CDR and CAR refer to machine instructions on the IBM-704 that had a (by
today's standards) a somewhat quaint handling of "words" in memory, roughly
allowing CAR to refer to a data element at the head of a linked list, and CDR
to refer to the pointer to the rest of the list (or the empty list) (As well
as a CONS instruction to build a word in memory from for parts, including the
two 15 bit values that CAR/CDR refer to)[1].

Lisp then extended this by allowing programmers to combine c(a|d)+r, to get
the equivalent of second, third, first-of-second-sublist etc. I'm not
convinced the succinctness is worth it -- apparently experienced lisp-coders
disagree. The TL;DR is that if you don't know lisp, this code is the same as
the above, and is a bit more intuitive:

    
    
        ;;takes two list l1 and l2 of same length, and return (l1[0] l2[0]
        ;;l1[1] l2[1] ...)
        (defun mix (list1 list2)
          (if (null list1)
              nil
              (append (mix (rest list1)
                           (rest list2))
                      (list (first list1)
                            (first list2)))))
    

Other languages might use head and tail, rather than first and rest.

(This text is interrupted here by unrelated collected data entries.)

import { copyFileSync, readFileSync } from 'node:fs';
import { afterAll, beforeAll, describe, expect, it } from 'vitest';
import { launchBrowser, type TestBrowser } from '../support/browser.ts';
import {
  drag,
  finding,
  middleOf,
  newDesign,
  node,
  nodes,
  openDrawer,
  placePart,
  saved,
  signInAs,
  storedDesign,
} from './desk.ts';

let browser: TestBrowser;
beforeAll(async () => {
  browser = await launchBrowser();
});
afterAll(() => browser.close());

describe('an architect on a real design', () => {
  it('draws a two-site overlay whose VNIs differ, sees the cord cut, mends it, comes back to it and takes the picture away', async () => {
    const page = await browser.newPage();
    await signInAs(page, 'architect');
    await newDesign(page, 'Standby controller');

    // Two sites with a firewall, a switch and a host each, over one transport.
    await placePart(page, 'Transport', { x: 0.5, y: 0.4 });
    await page.getByRole('button', { name: 'Add a segment' }).click();
    for (const x of [0.2, 0.8]) {
      await placePart(page, 'Site', { x, y: 0.45 });
      await placePart(page, 'Firewall', { x, y: 0.36 });
      await placePart(page, 'Switch', { x: x - 0.05, y: 0.54 });
    }
    await expect.poll(() => nodes(page, 'device').count()).toBe(4);
    const firewalls = nodes(page, 'device').filter({ has: page.locator('[data-handleid^="port:wan1"]') });
    const switches = nodes(page, 'device').filter({ has: page.locator('[data-handleid="port:p6"]') });
    const band = await middleOf(nodes(page, 'band'));
    for (const i of [0, 1]) {
      await drag(
        page,
        await middleOf(switches.nth(i).locator('[data-handleid="port:p1"]')),
        await middleOf(firewalls.nth(i)),
      );
      await drag(page, await middleOf(firewalls.nth(i).locator('[data-handleid="port:wan1"]')), {
        x: band.x,
        y: band.y - 40 + 80 * i,
      });
    }
    await expect.poll(async () => Object.keys((await storedDesign(page)).links!).length).toBe(4);

    // A ring on each, and a tunnel pulled from ring to ring.
    const [left, right] = [await middleOf(firewalls.nth(0)), await middleOf(firewalls.nth(1))];
    const tray = page.getByRole('complementary', { name: 'Parts' });
    for (const at of [left, right]) {
      await tray.getByRole('button', { name: 'Endpoint', exact: true }).click();
      await page.mouse.click(at.x, at.y);
    }
    await expect.poll(() => nodes(page, 'ring').count()).toBe(2);
    await drag(page, await middleOf(nodes(page, 'ring').nth(0)), await middleOf(nodes(page, 'ring').nth(1)));
    const dialog = page.getByRole('dialog', { name: 'Pull a tunnel' });
    // From the workspace's pool, and such as no other design has.
    const proposed = () => dialog.getByLabel(/^VNI/).inputValue();
    await expect.poll(proposed).toMatch(/^10[1-8]\d\d$/);
    const vni = await proposed();
    const other = '10011';
    await dialog.getByRole('button', { name: 'Pull the tunnel' }).click();
    await dialog.waitFor({ state: 'detached' });

    // One end gets a VNI that differs by a digit.
    await openDrawer(page);
    const inspector = page.getByRole('complementary', { name: 'Inspector' });
    const far = inspector.getByLabel('VNI').last();
    await far.fill(other);
    await far.press('Enter');
    await expect.poll(() => finding(page, new RegExp(`VNI ${vni} at .*${other}`)).count()).toBe(1);
    await expect
      .poll(() => page.locator('.react-flow__node-marks').getByText('VNIs differ').count())
      .toBeGreaterThan(0);
    await page.locator('[data-part="cut"]').first().waitFor({ state: 'attached' });

    // The offered fix makes it whole.
    await finding(page, new RegExp(`VNI ${vni}`))
      .getByRole('button', { name: new RegExp(`VNI ${vni}`) })
      .click();
    await finding(page, new RegExp(`VNI ${vni}`))
      .getByRole('button', { name: new RegExp(`^Set Site \\d to ${vni}$`) })
      // The row offers what its details explain.
      .first()
      .click();
    await expect.poll(() => finding(page, new RegExp(`VNI ${vni} at`)).count()).toBe(0);
    await expect.poll(() => page.locator('[data-part="cut"]').count()).toBe(0);
    await saved(page);
    const before = await storedDesign(page);
    const address = page.url();
    const session = await page.context().storageState();
    await page.context().close();

    // The browser is opened again: everything is there.
    const later = await browser.newPage({ storageState: session });
    await later.goto(address);
    await later.locator('.sheet-canvas').waitFor();
    await expect.poll(() => nodes(later, 'ring').count()).toBe(2);
    await expect.poll(() => later.locator('.react-flow__edge-jacket').count()).toBe(1);
    expect(await storedDesign(later)).toEqual(before);

    // And the picture is taken away.
    await later.getByRole('button', { name: 'Export', exact: true }).click();
    const leaving = later.getByRole('dialog', { name: 'Export the sheet' });
    await leaving.getByText('PNG', { exact: true }).click();
    const [picture] = await Promise.all([
      later.waitForEvent('download'),
      leaving.getByRole('button', { name: 'Export PNG' }).click(),
    ]);
    expect(picture.suggestedFilename()).toBe('standby-controller.png');
    const png = readFileSync((await picture.path())!);
    expect(png.subarray(1, 4).toString('latin1')).toBe('PNG');
    // A3 with the line of caution under it and margins beside it, at two pixels per pixel of the sheet.
    expect([png.readUInt32BE(16), png.readUInt32BE(20)]).toEqual([2628, 1858]);
    if (process.env['KEEP_PICTURE'] !== undefined)
      copyFileSync((await picture.path())!, process.env['KEEP_PICTURE']);
    expect(png.length).toBeGreaterThan(50_000);

    await later.getByRole('button', { name: 'Export', exact: true }).click();
    await leaving.getByText('JSON', { exact: true }).click();
    const [file] = await Promise.all([
      later.waitForEvent('download'),
      leaving.getByRole('button', { name: 'Export JSON' }).click(),
    ]);
    expect(JSON.parse(readFileSync((await file.path())!, 'utf8'))).toEqual(before);
    expect(await node(later, 'sheet').count()).toBe(1);
  });
});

I'll
agree that list1 and list2 might not offer much more readability than l1 and
l2 -- at least not with the comments given.

[1] Most of this is paraphrased from wikipedia, and what I remember from
various times I've tried to get started with lisp, without ever really getting
entirely comfortable with the language.
[http://en.wikipedia.org/wiki/CAR_and_CDR](http://en.wikipedia.org/wiki/CAR_and_CDR)

[edit: I didn't notice the comment about reversing the list, but I think it is
rather obvious that (append rest list(first)) does indeed reverse the
order...? I actually wondered if append had a strange order of parameters
while I "rewrote" the code :-) ]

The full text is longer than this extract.